**WHAT YOU SHOULD DO:** Could you filter the records below down to the lines that include the word "flatten"?

**Saved data entries:**
○ ○ ○ ○

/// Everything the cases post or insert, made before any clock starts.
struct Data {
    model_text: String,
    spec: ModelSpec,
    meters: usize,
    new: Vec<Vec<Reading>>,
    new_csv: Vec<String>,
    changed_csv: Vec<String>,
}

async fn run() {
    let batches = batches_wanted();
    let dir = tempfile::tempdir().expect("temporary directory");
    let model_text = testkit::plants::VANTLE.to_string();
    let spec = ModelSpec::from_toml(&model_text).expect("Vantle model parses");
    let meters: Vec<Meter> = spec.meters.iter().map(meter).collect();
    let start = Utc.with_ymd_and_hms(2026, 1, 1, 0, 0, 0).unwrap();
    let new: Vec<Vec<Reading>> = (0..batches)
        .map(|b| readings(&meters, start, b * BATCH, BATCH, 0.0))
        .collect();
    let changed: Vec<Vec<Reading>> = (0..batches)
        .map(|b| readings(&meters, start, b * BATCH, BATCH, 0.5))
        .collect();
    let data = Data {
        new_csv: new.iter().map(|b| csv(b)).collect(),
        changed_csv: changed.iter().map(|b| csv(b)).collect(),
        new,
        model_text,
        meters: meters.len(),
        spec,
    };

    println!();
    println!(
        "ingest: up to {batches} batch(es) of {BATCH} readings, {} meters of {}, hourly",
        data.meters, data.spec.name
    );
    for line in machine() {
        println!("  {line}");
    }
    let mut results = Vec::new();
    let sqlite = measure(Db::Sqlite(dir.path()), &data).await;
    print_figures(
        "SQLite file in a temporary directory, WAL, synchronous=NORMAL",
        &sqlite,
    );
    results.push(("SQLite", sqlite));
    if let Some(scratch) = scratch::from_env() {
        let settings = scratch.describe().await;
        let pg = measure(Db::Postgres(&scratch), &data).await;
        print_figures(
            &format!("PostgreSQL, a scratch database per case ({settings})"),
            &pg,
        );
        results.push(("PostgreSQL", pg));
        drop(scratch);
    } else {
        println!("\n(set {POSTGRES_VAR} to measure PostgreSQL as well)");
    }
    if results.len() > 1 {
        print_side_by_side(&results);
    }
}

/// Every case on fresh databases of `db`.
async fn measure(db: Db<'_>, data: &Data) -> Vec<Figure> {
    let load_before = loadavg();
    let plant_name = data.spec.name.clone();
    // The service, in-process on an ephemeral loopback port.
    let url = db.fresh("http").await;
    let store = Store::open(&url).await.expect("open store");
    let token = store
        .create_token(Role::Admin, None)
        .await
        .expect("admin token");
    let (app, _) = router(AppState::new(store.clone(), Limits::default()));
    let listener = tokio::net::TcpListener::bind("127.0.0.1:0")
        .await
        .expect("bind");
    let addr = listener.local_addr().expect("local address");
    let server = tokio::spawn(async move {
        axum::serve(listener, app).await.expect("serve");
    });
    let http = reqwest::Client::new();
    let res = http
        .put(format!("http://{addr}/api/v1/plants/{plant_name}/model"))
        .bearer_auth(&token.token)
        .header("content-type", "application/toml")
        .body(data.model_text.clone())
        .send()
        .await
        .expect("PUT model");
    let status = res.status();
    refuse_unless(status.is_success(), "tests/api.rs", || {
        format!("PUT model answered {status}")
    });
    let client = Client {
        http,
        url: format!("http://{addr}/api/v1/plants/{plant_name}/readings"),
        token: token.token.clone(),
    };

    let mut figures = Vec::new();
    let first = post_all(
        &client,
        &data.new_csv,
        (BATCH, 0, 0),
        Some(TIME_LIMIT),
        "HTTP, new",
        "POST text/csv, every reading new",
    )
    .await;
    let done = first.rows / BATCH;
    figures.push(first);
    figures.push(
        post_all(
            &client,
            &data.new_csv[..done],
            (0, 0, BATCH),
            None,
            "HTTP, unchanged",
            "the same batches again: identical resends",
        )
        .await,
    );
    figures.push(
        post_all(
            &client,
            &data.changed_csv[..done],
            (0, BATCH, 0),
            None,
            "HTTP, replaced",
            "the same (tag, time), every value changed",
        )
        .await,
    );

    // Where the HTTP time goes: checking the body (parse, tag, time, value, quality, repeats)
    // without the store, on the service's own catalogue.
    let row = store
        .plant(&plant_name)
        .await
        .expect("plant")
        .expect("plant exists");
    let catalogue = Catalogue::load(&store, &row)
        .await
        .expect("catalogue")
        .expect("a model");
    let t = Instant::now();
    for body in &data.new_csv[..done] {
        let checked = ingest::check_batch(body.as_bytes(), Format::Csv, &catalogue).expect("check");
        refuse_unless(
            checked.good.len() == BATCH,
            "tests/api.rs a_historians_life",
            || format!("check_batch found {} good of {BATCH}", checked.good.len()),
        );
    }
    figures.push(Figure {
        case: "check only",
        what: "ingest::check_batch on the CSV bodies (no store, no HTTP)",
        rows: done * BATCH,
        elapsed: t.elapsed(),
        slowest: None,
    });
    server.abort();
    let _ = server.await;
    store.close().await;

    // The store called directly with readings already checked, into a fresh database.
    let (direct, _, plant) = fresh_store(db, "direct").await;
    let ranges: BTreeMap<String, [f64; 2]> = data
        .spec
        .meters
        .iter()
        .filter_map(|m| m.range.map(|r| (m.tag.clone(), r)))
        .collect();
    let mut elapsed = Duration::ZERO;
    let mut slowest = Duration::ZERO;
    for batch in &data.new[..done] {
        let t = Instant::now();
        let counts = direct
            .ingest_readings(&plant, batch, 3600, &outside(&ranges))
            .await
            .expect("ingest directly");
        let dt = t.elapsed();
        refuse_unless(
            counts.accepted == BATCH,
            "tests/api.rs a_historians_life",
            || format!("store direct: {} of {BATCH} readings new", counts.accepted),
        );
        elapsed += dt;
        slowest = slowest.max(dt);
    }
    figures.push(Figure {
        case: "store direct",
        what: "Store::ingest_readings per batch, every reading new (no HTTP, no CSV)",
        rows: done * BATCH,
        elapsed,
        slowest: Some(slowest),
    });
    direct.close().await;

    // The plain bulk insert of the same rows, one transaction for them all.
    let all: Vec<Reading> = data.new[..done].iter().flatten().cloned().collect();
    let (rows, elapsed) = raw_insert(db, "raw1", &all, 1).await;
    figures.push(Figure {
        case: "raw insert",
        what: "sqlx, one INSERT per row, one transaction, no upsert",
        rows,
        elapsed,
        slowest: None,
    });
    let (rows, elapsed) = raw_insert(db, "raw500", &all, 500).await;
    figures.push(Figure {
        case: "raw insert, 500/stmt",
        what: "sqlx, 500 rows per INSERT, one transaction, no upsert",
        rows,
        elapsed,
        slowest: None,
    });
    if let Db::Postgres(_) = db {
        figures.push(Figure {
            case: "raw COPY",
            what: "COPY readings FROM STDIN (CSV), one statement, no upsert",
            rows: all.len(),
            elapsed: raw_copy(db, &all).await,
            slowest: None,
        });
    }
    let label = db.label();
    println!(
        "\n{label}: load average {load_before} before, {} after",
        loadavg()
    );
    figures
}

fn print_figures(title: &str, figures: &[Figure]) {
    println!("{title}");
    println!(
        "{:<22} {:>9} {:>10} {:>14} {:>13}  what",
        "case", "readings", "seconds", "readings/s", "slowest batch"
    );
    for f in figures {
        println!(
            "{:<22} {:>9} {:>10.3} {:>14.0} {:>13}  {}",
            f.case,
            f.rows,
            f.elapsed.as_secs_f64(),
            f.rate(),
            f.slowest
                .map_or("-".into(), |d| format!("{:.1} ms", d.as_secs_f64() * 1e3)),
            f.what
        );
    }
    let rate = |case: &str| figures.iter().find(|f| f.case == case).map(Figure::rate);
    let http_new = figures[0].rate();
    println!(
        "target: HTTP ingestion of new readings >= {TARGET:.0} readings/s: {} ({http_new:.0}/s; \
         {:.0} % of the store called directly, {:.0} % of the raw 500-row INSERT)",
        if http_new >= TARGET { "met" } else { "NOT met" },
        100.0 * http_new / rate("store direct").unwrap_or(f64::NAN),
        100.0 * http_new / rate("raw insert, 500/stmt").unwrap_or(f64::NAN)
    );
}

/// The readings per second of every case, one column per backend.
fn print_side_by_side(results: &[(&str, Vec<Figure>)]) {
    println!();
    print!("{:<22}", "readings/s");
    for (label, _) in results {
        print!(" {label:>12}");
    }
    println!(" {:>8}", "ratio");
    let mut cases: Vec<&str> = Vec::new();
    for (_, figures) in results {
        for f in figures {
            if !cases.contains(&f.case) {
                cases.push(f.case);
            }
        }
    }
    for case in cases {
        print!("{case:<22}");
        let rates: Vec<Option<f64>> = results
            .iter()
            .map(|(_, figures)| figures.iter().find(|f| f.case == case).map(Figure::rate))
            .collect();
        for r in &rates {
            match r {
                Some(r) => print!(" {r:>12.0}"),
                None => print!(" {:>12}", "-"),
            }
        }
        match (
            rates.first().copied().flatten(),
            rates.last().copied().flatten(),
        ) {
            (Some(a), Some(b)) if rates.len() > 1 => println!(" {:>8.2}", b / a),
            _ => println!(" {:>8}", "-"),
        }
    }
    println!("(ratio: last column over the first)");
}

○ ○ ○ ○

**PROBLEM SOLUTION:**
    let all: Vec<Reading> = data.new[..done].iter().flatten().cloned().collect();
            rates.first().copied().flatten(),
            rates.last().copied().flatten(),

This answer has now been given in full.